Литмир - Электронная Библиотека
A
A

Наши места находились в центре трибуны, и мы добрались к ним как раз в тот момент, когда тренеры выступили вперед для переговоров с арбитрами. Я обрадовался, что мы ничего не пропустили. До сих пор Ричи видел бейсбол только по телевизору, а камера не может дать ясного представления об игре. Мне было важно, чтобы он увидел, что бейсбол — это не поток слов, льющийся из уст спортивного комментатора и прерывающийся рекламными роликами. Я хотел, чтобы он увидел великолепие игры собственными глазами и в натуральную величину. С первой же секунды Ричи перестал принадлежать себе. Ричи всегда был немного скрытным ребенком, не расположенным бурно проявлять свои эмоции, но сейчас он вел себя как любой девятилетний пацан. Открыв рот, он смотрел на все сразу и не мог усидеть на месте. Пожалуй, больше всего его поразило открытие, что игроки «Нью-Йорк Американз» не были черно-белыми привидениями в двухмерном изображении, а существами из плоти и крови. Он был покорен, убедившись, что его герои существуют на самом деле. Пока «Американз» выходили на поле и публика вставала для исполнения национального гимна, сын дернул меня за рукав и спросил:

— А когда мы придем сюда еще, папа?

— Матч даже не начался, Ричи. Зачем беспокоиться о том, что будет в следующий раз?

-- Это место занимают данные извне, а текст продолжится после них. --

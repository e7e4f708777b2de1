package dev.cairn.models.plan;

import dev.cairn.models.prior.Beta;
import dev.cairn.models.prior.NormalInverseGamma;
import dev.cairn.models.result.Metric;
import org.apache.commons.math3.analysis.integration.gauss.GaussIntegratorFactory;
import org.apache.commons.numbers.gamma.Digamma;
import org.apache.commons.numbers.gamma.Erfc;
import org.apache.commons.numbers.gamma.Trigamma;
import org.apache.commons.rng.UniformRandomProvider;
import org.apache.commons.rng.sampling.distribution.AhrensDieterMarsagliaTsangGammaSampler;
import org.apache.commons.rng.sampling.distribution.ChengBetaSampler;
import org.apache.commons.rng.sampling.distribution.ContinuousSampler;
import org.apache.commons.rng.sampling.distribution.ZigguratSampler;

/**
 * The decision a planned test takes at one look, from the arms' data so far, in one of two ways:
 * <ul>
 *   <li><b>approximate</b>: each arm's posterior of the metric X is written as a small mixture of lognormals
 *       and the rule's expected losses and P(above) become one-dimensional Gauss-Hermite integrals, with no
 *       random draws;</li>
 *   <li><b>draws</b>: exact posterior draws, as a fit takes them, and the rule applied to the draws.</li>
 * </ul>
 * The mixture, per arm with n users, m payers and log-spend sums S1, S2, analysis priors p ~ Beta(a0, b0)
 * and Normal-Inverse-Gamma(mu0, kappa0, alpha0, beta0) for (mu, sigma^2), posterior (mu_n, kappa_n, alpha_n,
 * beta_n) as in Murphy 2007, eqs. 86-89:
 * <pre>
 *   log p ~ N(psi(a) - psi(a + b), psi'(a) - psi'(a + b))    a = a0 + m, b = b0 + n - m (exact moments of log Beta)
 *   log sigma^2 = log beta_n - log G, G ~ Gamma(alpha_n): mean log beta_n - psi(alpha_n), variance psi'(alpha_n),
 *       integrated by 3-point Gauss-Hermite (nodes 0, +-sqrt 3; weights 2/3, 1/6, 1/6)
 *   given sigma^2: mu ~ N(mu_n, sigma^2 / kappa_n) exactly, and log ARPPU = mu + sigma^2 / 2
 *   log ARPU = log p + log ARPPU   (p and (mu, sigma) are independent a posteriori)
 * </pre>
 * For lognormal components L ~ N(m, s^2), X = e^L: E[X] = exp(m + s^2/2), and the expected maximum is
 * E[max_j X_j] = sum_k E[X_k 1{X_k largest}] with E[X_k 1{..}] = E[X_k] E_w[prod_{j != k} F_j(exp(m_k + s_k (w + s_k)))],
 * w ~ N(0, 1) (the lognormal's size-biased law is a shift by s_k on the log scale), by 12-point Gauss-Hermite.
 * The expected loss of acting on arm c is E[max] - E[X_c] (never below 0). The approximation is used when every arm has at
 * least {@link #APPROXIMATE_FROM} payers and as many non-payers; below that a look takes exact draws. (With
 * few payers sigma^2's inverse-gamma posterior gives ARPU so heavy a right tail that the expected loss is
 * dominated by rare draws — strictly, E[exp(sigma^2 / 2)] is infinite under it — and no smooth approximation
 * follows the draws there.)
 * {@code LookRuleTest} bounds its error against exact draws: in expected loss within 0.2% of the control's
 * mean (a fifth of the default tolerance) plus 2% of the loss itself, and within 0.01 in P(above).
 */
public final class LookRule {
    /** Fewest payers (and non-payers) per arm for the approximation; fewer and the look takes exact draws. */
    public static final int APPROXIMATE_FROM = 100;
    /** A share of P(largest) below which the rest of a product is not evaluated (it adds under 1e-15 x E[X]). */
    private static final double NEGLIGIBLE = 1e-15;
    /** Beyond this many sds the normal distribution function is 0 or 1 to double precision (1 - Phi(8.3) < 6e-17). */
    static final double TAIL = 8.3;
    /** Gauss-Hermite nodes of the expected-maximum integral. */
    static final int NODES = 12;
    private static final double[] Z;
    private static final double[] W;
    /** Gauss-Hermite nodes and weights (standard normal) over log sigma^2. */
    static final double[] SPEND_NODES = {-Math.sqrt(3), 0, Math.sqrt(3)};
    static final double[] SPEND_WEIGHTS = {1.0 / 6, 2.0 / 3, 1.0 / 6};

    static {
        var rule = new GaussIntegratorFactory().hermite(NODES); // weight e^{-x^2}: z = sqrt(2) x, w / sqrt(pi)
        Z = new double[NODES];
        W = new double[NODES];
        for (int i = 0; i < NODES; i++) {
            Z[i] = Math.sqrt(2) * rule.getPoint(i);
            W[i] = rule.getWeight(i) / Math.sqrt(Math.PI);
        }
    }

    /** The two rules a plan may follow. */
    public enum Kind {
        /** Act once the chosen arm's expected loss is below the tolerance (the fit's rule). */
        EXPECTED_LOSS,
        /** Ship the arm most likely above the control once that probability exceeds a threshold. */
        PROB_ABOVE
    }

    /** Outcome codes of a look. */
    public static final byte KEEP_COLLECTING = 0, SHIP = 1, KEEP_CONTROL = 2;

    private final Kind kind;
    private final Metric metric;
    private final int control;
    private final Double tolerance;
    private final double threshold;
    private final Beta payerPrior;
    private final NormalInverseGamma spendPrior;
    private final boolean approximate;
    private final int draws;

    /**
     * @param kind        the rule
     * @param metric      arpu, payerRate or arppu
     * @param control     the control arm's index
     * @param tolerance   the expected loss accepted (metric units), or null for 1% of the control's posterior mean
     * @param threshold   P(above control) needed to ship, for {@link Kind#PROB_ABOVE}
     * @param payerPrior  the analysis prior of the payer rate
     * @param spendPrior  the analysis prior of log spend
     * @param approximate whether to use the approximation where it holds (else every look takes draws)
     * @param draws       posterior draws per arm when a look takes draws
     */
    public LookRule(Kind kind, Metric metric, int control, Double tolerance, double threshold, Beta payerPrior,
                    NormalInverseGamma spendPrior, boolean approximate, int draws) {
        this.kind = kind;
        this.metric = metric;
        this.control = control;
        this.tolerance = tolerance;
        this.threshold = threshold;
        this.payerPrior = payerPrior;
        this.spendPrior = spendPrior;
        this.approximate = approximate;
        this.draws = draws;
    }

    /** What a look decided. */
    public static final class Outcome {
        /** {@link #KEEP_COLLECTING}, {@link #SHIP} or {@link #KEEP_CONTROL}. */
        public byte code;
        /** The arm acted on (the shipped arm, or the control), or the arm that looks best when collecting. */
        public int arm;
        /** The posterior expected loss of acting on {@link #arm} now, in the metric's unit. */
        public double expectedLoss;
        /** Whether the look took exact draws. */
        public boolean drew;
        /** Per arm, the posterior expected loss of acting on it now. */
        public double[] loss;
    }

    /**
     * Decides at one look.
     *
     * @param stats per arm the running sums {users, payers, S1, S2}
     * @param rng   the stream for draws, when the look takes them
     * @param out   receives the outcome
     */
    public void decide(double[][] stats, UniformRandomProvider rng, Outcome out) {
        if (approximate && approximable(stats)) {
            decideApproximately(mixtures(stats), out);
            out.drew = false;
        } else {
            decideWithDraws(posteriorDraws(stats, rng), out);
            out.drew = true;
        }
    }

    private boolean approximable(double[][] stats) {
        for (double[] a : stats) {
            if (a[1] < APPROXIMATE_FROM || a[0] - a[1] < APPROXIMATE_FROM) {
                return false;
            }
        }
        return true;
    }

    /**
     * Each arm's posterior of the metric as a mixture of lognormals (see the class comment).
     *
     * @param stats per arm the running sums {users, payers, S1, S2}
     * @return the mixtures
     */
    LognormalMixtures mixtures(double[][] stats) {
        int k = stats.length;
        int c = metric == Metric.PAYER_RATE ? 1 : SPEND_NODES.length;
        LognormalMixtures x = new LognormalMixtures(k, c);
        for (int a = 0; a < k; a++) {
            double[] st = stats[a];
            double mean = 0, variance = 0;
            if (metric != Metric.ARPPU) {
                double pa = payerPrior.a() + st[1], pb = payerPrior.b() + st[0] - st[1];
                mean += Digamma.value(pa) - Digamma.value(pa + pb);
                variance += Trigamma.value(pa) - Trigamma.value(pa + pb);
            }
            if (metric == Metric.PAYER_RATE) {
                x.set(a, 0, 1, mean, variance);
                continue;
            }
            double[] nig = nig(st);
            double logCentre = Math.log(nig[3]) - Digamma.value(nig[2]);
            double logSpread = Math.sqrt(Trigamma.value(nig[2]));
            for (int j = 0; j < c; j++) {
                double sigma2 = Math.exp(logCentre + logSpread * SPEND_NODES[j]);
                x.set(a, j, SPEND_WEIGHTS[j], mean + nig[0] + 0.5 * sigma2, variance + sigma2 / nig[1]);
            }
        }
        x.finish();
        return x;
    }

    /** The rule on mixture posteriors. */
    void decideApproximately(LognormalMixtures x, Outcome out) {
        int k = x.mean.length;
        double max = expectedMax(x);
        out.loss = new double[k];
        for (int a = 0; a < k; a++) {
            out.loss[a] = Math.max(max - x.mean[a], 0);
        }
        if (kind == Kind.EXPECTED_LOSS) {
            int chosen = control;
            for (int a = 0; a < k; a++) {
                if (x.mean[a] > x.mean[chosen]) {
                    chosen = a;
                }
            }
            act(out.loss[chosen], x.mean[control], chosen, out);
        } else {
            int best = -1;
            double bestP = -1;
            for (int a = 0; a < k; a++) {
                if (a != control) {
                    double p = x.above(a, control);
                    if (p > bestP) {
                        bestP = p;
                        best = a;
                    }
                }
            }
            ship(bestP > threshold, best, out);
        }
    }

    /** E[max_j X_j] by Gauss-Hermite quadrature over each lognormal component. */
    static double expectedMax(LognormalMixtures x) {
        int k = x.mean.length;
        double max = 0;
        for (int a = 0; a < k; a++) {
            for (int c = 0; c < x.w[a].length; c++) {
                double m = x.m[a][c], s = x.s[a][c];
                double integral = 0; // P(a is the largest) under the component's size-biased law
                for (int i = 0; i < NODES; i++) {
                    double u = m + s * (Z[i] + s);
                    double product = 1;
                    for (int j = 0; j < k && product > NEGLIGIBLE; j++) {
                        if (j != a) {
                            product *= x.cdf(j, u);
                        }
                    }
                    integral += W[i] * product;
                }
                max += x.w[a][c] * Math.exp(m + 0.5 * s * s) * integral;
            }
        }
        return max;
    }

    private void ship(boolean ship, int best, Outcome out) {
        out.code = ship ? SHIP : KEEP_COLLECTING;
        out.arm = ship ? best : control;
        out.expectedLoss = out.loss[out.arm];
    }

    /** The standard normal distribution function, from Erfc (accurate in both tails). */
    static double phi(double x) {
        return 0.5 * Erfc.value(-x / Math.sqrt(2));
    }

    private void act(double loss, double controlMean, int chosen, Outcome out) {
        double tol = tolerance != null ? tolerance : dev.cairn.models.decision.Decisions.DEFAULT_RELATIVE_TOLERANCE
                * Math.abs(controlMean);
        out.arm = chosen;
        out.expectedLoss = loss;
        if (loss < tol || loss == 0) {
            out.code = chosen == control ? KEEP_CONTROL : SHIP;
        } else {
            out.code = KEEP_COLLECTING;
        }
    }

    /** {mu_n, kappa_n, alpha_n, beta_n} from an arm's sums {users, payers, S1, S2}. */
    private double[] nig(double[] a) {
        return spendPrior.posterior((long) a[1], a[2], a[3]);
    }

    /**
     * Exact posterior draws of each arm's metric, as the spend model's exact sampler takes them.
     *
     * @param stats per arm the running sums {users, payers, S1, S2}
     * @param rng   the stream
     * @return per arm, {@code draws} draws of the metric
     */
    public double[][] posteriorDraws(double[][] stats, UniformRandomProvider rng) {
        int k = stats.length;
        double[][] x = new double[k][draws];
        ZigguratSampler.NormalizedGaussian normal = ZigguratSampler.NormalizedGaussian.of(rng);
        for (int a = 0; a < k; a++) {
            double[] st = stats[a];
            ContinuousSampler rate = metric == Metric.ARPPU ? null : ChengBetaSampler.of(rng,
                    payerPrior.a() + st[1], payerPrior.b() + st[0] - st[1]);
            double[] nig = metric == Metric.PAYER_RATE ? null : nig(st);
            ContinuousSampler gamma = nig == null ? null
                    : AhrensDieterMarsagliaTsangGammaSampler.of(rng, nig[2], 1.0);
            for (int d = 0; d < draws; d++) {
                double value = rate == null ? 1 : rate.sample();
                if (nig != null) {
                    double variance = nig[3] / gamma.sample();
                    double mu = nig[0] + Math.sqrt(variance / nig[1]) * normal.sample();
                    value *= Math.exp(mu + 0.5 * variance);
                }
                x[a][d] = value;
            }
        }
        return x;
    }

    /** The rule on draws, as {@link dev.cairn.models.decision.Decisions#decide} applies it in a fit. */
    void decideWithDraws(double[][] x, Outcome out) {
        int k = x.length;
        int n = x[0].length;
        double[] loss = new double[k];
        double[] above = new double[k];
        double controlSum = 0;
        for (int d = 0; d < n; d++) {
            double max = x[0][d];
            for (int a = 1; a < k; a++) {
                max = Math.max(max, x[a][d]);
            }
            for (int a = 0; a < k; a++) {
                loss[a] += max - x[a][d];
                above[a] += x[a][d] > x[control][d] ? 1 : 0;
            }
            controlSum += x[control][d];
        }
        int chosen = control;
        for (int a = 0; a < k; a++) {
            loss[a] /= n;
            if (loss[a] < loss[chosen]) {
                chosen = a;
            }
        }
        out.loss = loss;
        if (kind == Kind.EXPECTED_LOSS) {
            act(loss[chosen], controlSum / n, chosen, out);
        } else {
            int best = -1;
            for (int a = 0; a < k; a++) {
                if (a != control && (best < 0 || above[a] > above[best])) {
                    best = a;
                }
            }
            ship(above[best] / n > threshold, best, out);
        }
    }
}
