import type { Verdict } from '#shared/imaging/photo-checks.ts';
import type { BuyerPhotoView } from '#shared/schemas/photos.ts';
import { formatSize, type LengthUnit } from '#shared/units.ts';
import { Notice } from '#src/components/ui/notice.tsx';
import { cx } from '#src/lib/cx.ts';
import { PhotoDrop } from './photo-drop.tsx';

/**
 * Step 2: the photo, and at once what its pixels give at this size (pixels per inch and a
 * verdict), blur and exposure warnings, and the buyer's confirmation when the studio lets a
 * too-small photo through.
 */
export function PhotoStep({
  studioSlug,
  units,
  area,
  photo,
  check,
  lowConfirmed,
  onLowConfirmed,
  onPhoto,
}: {
  studioSlug: string;
  units: LengthUnit;
  area: { widthMm: number; heightMm: number };
  photo: BuyerPhotoView | undefined;
  check: { ppi: number; verdict: Verdict; fairer?: { label: string }; refused: boolean } | undefined;
  lowConfirmed: boolean;
  onLowConfirmed(confirmed: boolean): void;
  onPhoto(photo: BuyerPhotoView): void;
}) {
  return (
    <fieldset className="flex flex-col gap-3">
      <legend className="mb-2 text-sm font-bold uppercase tracking-wide text-graphite-600">2. Photo</legend>
      <PhotoDrop studioSlug={studioSlug} hasPhoto={Boolean(photo)} onPhoto={onPhoto} />
      {check && (
        <div
          role="status"
          className={cx(
            'rounded-lg border px-4 py-3 text-sm',
            check.verdict === 'good'
              ? 'border-moss-600 bg-moss-100 text-moss-800'
              : check.verdict === 'fair'
                ? 'border-ember-300 bg-ember-50 text-ember-800'
                : 'border-rust-600 bg-rust-100 text-rust-800',
          )}
        >
          <p className="font-bold">
            {check.verdict === 'good' ? 'Good resolution' : check.verdict === 'fair' ? 'Fair resolution' : 'Resolution too low'}:{' '}
            {Math.floor(check.ppi)} pixels per inch at {formatSize(area.widthMm, area.heightMm, units)}
          </p>
          <p>
            {check.verdict === 'good' && 'Plenty of detail for a crisp engraving.'}
            {check.verdict === 'fair' && 'It will engrave well; a larger photo would be sharper still.'}
            {check.verdict === 'too-low' &&
              (check.fairer
                ? `Choose ${check.fairer.label} or upload a larger photo.`
                : 'Please upload a larger photo: this one has too few pixels for any size offered.')}
          </p>
        </div>
      )}
      {photo?.quality.blurry && (
        <Notice tone="caution">This photo looks blurred: the engraving will look soft. A sharper photo gives a better result.</Notice>
      )}
      {photo && photo.quality.exposure !== 'ok' && (
        <Notice tone="caution">
          {photo.quality.exposure === 'dark'
            ? 'Much of this photo is very dark; detail in the shadows will be lost.'
            : 'Much of this photo is very bright; detail in the highlights will be lost.'}
        </Notice>
      )}
      {check?.verdict === 'too-low' && !check.refused && (
        <label className="flex items-start gap-2 text-sm">
          <input
            type="checkbox"
            checked={lowConfirmed}
            onChange={(e) => onLowConfirmed(e.target.checked)}
            className="mt-0.5 size-6 shrink-0 accent-[var(--color-accent)]"
          />
          Engrave it at this size anyway: I understand it will look soft.
        </label>
      )}
      {check?.refused && <Notice tone="error">This studio does not engrave photos this small at this size.</Notice>}
    </fieldset>
  );
}
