import { useEffect, useRef } from 'react';
import type { Placement } from '#shared/schemas/checkout.ts';
import type { PrepSettings } from '#shared/schemas/prep.ts';
import type { MockupLook } from '../mockup-protocol.ts';
import { useSteadyValue } from '#src/lib/use-steady-value.ts';
import { useMockup } from '../use-mockup.ts';

/**
 * A photo as placed in its engraving area, at a given screen size: the plain photo, or as it
 * will burn, inside the blank's shape. Drawn by the mock-up worker from the same placement the
 * engrave file uses, with `prep` (at the burn's resolution; the recipe's own when absent).
 */
export function PlacedPhoto({
  photo,
  placement,
  look,
  areaWidthMm,
  size,
  view,
  label,
  prep,
}: {
  photo: { previewUrl: string; previewWidth: number; width: number };
  placement: Placement;
  look: MockupLook;
  areaWidthMm: number;
  size: { width: number; height: number };
  view: 'photo' | 'burn';
  label: string;
  prep?: PrepSettings;
}) {
  const mockup = useMockup(photo);
  const canvas = useRef<HTMLCanvasElement>(null);
  const job = useSteadyValue({ size, placement, look, areaWidthMm, view, prep });
  const { ready, render } = mockup;
  useEffect(() => {
    if (ready) render(job);
  }, [ready, render, job]);
  useEffect(() => {
    const ctx = canvas.current?.getContext('2d');
    if (!ctx || !mockup.result) return;
    ctx.clearRect(0, 0, size.width, size.height);
    ctx.drawImage(mockup.result.image, 0, 0);
  }, [mockup.result, size.width, size.height]);
  return <canvas ref={canvas} width={size.width} height={size.height} role="img" aria-label={label} className="max-w-full" />;
}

— Потому что если я вдруг выйду в туалет или что-нибудь в этом роде, я пропущу самое интересное, и мне будет очень обидно. Я никогда себе не прощу этого.

— Ты хочешь в туалет?

Он смущенно опустил глаза и стал рассматривать кроссовки, стараясь избегать моего взгляда.

— Кажется, да.

— Тогда пойдем. Никто не посмеет забить мяч в наше отсутствие.

Мужской туалет был переполнен, и Ричи оробел от толкучки и сигаретного дыма. Я оставался с ним, пока он ждал своей очереди. Каждый раз, когда с трибун доносились громкие возгласы, он жалобно смотрел на меня.

Когда мы вернулись на свои места, в команде Детройта произошли две замены. Табло не показывало ни количества забитых мячей, ни количества ошибок. Началась увлекательная игра. С обеих сторон выступали первоклассные профессионалы, команды почти не уступали друг другу в силе. К концу третьего периода счет все еще не был открыт.

Кэти набила сумку Ричи сандвичами, строго-настрого запретив покупать хот-доги. Я не хотел брать на себя ответственность за вероятное расстройство желудка Ричи и соблюдал договор. Он удовлетворился пакетиком арахиса и двумя банками кока-колы. Через десять минут после каждой кока-колы нам приходилось возвращаться в туалет. На меня большое впечатление произвела манера Ричи наблюдать за игрой. Сидеть целый час на одном месте — суровое испытание для ребенка девяти лет. Но он был слишком поглощен игрой, чтобы вертеться. Только пропущенные мячи, которые время от времени падали с нашей стороны, отвлекали его внимание. Каждый раз, когда мяч летел в нашем направлении, он вскакивал, ударял в свою перчатку и кричал: «Я здесь!» Раза два он так увлекся тем, куда упал мяч и кому он достался, что перестал следить за ходом игры. Но все остальное время он не отрывал глаз от поля…

Матч закончился со счетом 3: 2 в пользу «Американз». Теперь эту игру будут обсуждать до конца сезона.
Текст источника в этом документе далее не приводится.